(Given records)

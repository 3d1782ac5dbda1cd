"""Monthly series for the tests of the room."""

from __future__ import annotations

from collections.abc import Callable

import numpy as np
import pytest
import xarray as xr

from profiles.config import HindcastSettings
from profiles.precursor import hindcast, monthly_series
from profiles.precursor.recharge import simulate


@pytest.fixture
def monthly():
    """Return what makes a monthly series of values from a first month on, stamped on the first of each month."""

    def make(values, start="2001-01", name="surface_temperature_index", **attributes):
        values = np.asarray(values, dtype=float)
        months = np.datetime64(start, "M") + np.arange(values.size)
        return xr.DataArray(
            values, dims="time", coords={"time": months.astype("datetime64[ns]")}, name=name, attrs=attributes
        )

    return make


Record = tuple[xr.DataArray, dict[str, xr.DataArray]]


def rotation(period: float, decay: float) -> np.ndarray:
    """Return M of one month: exp(-1/decay) times a turn by 2 pi / period; the volume goes before the index."""
    angle = 2.0 * np.pi / period
    turn = np.array([[np.cos(angle), np.sin(angle)], [-np.sin(angle), np.cos(angle)]])
    return np.exp(-1.0 / decay) * turn


def oscillating(years: int, seed: int, *, period: float = 39.0, decay: float = 20.0) -> Record:
    """Return an index, °C, and a volume, m3, of a damped oscillation with a season, and a tilt that is noise."""
    matrix = rotation(period, decay)
    noise = np.eye(2) - matrix @ matrix.T  # so that the state has unit variance
    random = np.random.default_rng(seed)
    warmth, recharge = simulate(matrix, noise, 12 * years, 1, random)[0]
    time = np.arange("1981-01", np.datetime64("1981-01", "M") + 12 * years, dtype="datetime64[M]").astype("M8[ns]")
    season = np.cos(2.0 * np.pi * np.arange(12 * years) / 12.0)
    index = monthly_series(27.0 + 0.9 * warmth + season, time, name="surface_temperature_index", units="degree_Celsius")
    volume = monthly_series(1e14 * (24.0 + recharge - 0.5 * season), time, name="warm_water_volume_total", units="m3")
    tilt = monthly_series(random.standard_normal(12 * years), time, name="thermocline_slope", units="m (1000 km)-1")
    return index, {"volume": volume, "tilt": tilt}


@pytest.fixture(scope="session")
def record() -> Record:
    """Thirty years."""
    return oscillating(30, 5)


@pytest.fixture(scope="session")
def make_record() -> Callable[..., Record]:
    return oscillating


@pytest.fixture(scope="session")
def quick() -> HindcastSettings:
    """Settings of a hindcast that takes a second."""
    return HindcastSettings(longest_lead=6, spread_blocks=4)


@pytest.fixture(scope="session")
def made(record: Record, quick: HindcastSettings) -> xr.Dataset:
    return hindcast(*record, settings=quick)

(End Given records)

Activity =>
Only the lines from the one containing "of a hindcast" through the end of the material should be reproduced, exactly, with both ends included.

Response to the exercise =>
    """Settings of a hindcast that takes a second."""
    return HindcastSettings(longest_lead=6, spread_blocks=4)


@pytest.fixture(scope="session")
def made(record: Record, quick: HindcastSettings) -> xr.Dataset:
    return hindcast(*record, settings=quick)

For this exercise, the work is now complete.